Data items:
-----

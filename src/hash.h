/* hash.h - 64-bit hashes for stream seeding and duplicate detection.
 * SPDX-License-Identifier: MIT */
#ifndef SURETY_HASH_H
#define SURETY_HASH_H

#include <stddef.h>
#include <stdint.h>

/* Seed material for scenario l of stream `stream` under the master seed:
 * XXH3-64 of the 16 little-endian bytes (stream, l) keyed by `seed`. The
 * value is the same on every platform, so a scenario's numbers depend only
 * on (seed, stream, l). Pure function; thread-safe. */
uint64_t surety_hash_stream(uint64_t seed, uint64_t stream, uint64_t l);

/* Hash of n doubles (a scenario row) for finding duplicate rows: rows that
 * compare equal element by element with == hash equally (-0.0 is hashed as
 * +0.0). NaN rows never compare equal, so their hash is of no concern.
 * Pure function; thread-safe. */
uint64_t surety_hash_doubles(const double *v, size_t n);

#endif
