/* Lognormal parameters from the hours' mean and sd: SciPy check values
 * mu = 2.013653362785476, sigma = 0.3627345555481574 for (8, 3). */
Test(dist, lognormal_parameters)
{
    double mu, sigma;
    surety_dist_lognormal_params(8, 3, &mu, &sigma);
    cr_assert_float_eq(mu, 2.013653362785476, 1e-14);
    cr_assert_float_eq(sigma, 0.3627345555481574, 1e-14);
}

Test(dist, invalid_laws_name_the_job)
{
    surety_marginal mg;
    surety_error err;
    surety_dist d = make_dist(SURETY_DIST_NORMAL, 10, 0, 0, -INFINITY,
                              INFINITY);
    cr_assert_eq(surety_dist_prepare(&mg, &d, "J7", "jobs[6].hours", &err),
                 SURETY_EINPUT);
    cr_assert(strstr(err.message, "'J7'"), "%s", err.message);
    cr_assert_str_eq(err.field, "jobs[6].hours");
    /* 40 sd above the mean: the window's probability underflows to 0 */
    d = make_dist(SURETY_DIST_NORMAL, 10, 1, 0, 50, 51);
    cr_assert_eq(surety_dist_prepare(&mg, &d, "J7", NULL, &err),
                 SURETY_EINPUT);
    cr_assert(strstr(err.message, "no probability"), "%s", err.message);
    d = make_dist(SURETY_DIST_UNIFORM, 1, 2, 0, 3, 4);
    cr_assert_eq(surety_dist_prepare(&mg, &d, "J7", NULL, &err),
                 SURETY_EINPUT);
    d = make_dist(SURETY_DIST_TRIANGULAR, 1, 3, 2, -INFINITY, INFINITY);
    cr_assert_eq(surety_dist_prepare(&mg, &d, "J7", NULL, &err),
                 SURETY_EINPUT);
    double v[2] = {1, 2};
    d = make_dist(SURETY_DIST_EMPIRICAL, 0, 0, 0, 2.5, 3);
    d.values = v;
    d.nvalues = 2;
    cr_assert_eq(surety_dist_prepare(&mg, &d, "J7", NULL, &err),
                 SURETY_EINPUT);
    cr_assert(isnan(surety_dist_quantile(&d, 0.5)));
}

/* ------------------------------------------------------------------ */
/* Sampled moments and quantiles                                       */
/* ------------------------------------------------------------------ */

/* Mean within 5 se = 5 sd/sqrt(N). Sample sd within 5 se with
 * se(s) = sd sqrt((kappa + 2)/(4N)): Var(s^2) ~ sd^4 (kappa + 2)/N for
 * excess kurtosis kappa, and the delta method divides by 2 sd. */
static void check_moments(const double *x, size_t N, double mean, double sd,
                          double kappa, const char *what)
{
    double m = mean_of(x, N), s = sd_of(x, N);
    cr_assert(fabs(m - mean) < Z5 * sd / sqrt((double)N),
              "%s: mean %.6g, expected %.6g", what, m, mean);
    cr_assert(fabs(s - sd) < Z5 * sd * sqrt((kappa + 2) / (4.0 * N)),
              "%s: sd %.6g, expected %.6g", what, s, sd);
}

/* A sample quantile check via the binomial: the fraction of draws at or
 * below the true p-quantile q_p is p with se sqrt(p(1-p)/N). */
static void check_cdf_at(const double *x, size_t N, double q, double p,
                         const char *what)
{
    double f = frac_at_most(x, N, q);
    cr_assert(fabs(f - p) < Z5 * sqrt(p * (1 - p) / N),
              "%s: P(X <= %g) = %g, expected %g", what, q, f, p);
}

-----

▸ **Activity**
For every line above that has "strstr" in it, copy the line.

▸ **Finished task**
    cr_assert(strstr(err.message, "'J7'"), "%s", err.message);
    cr_assert(strstr(err.message, "no probability"), "%s", err.message);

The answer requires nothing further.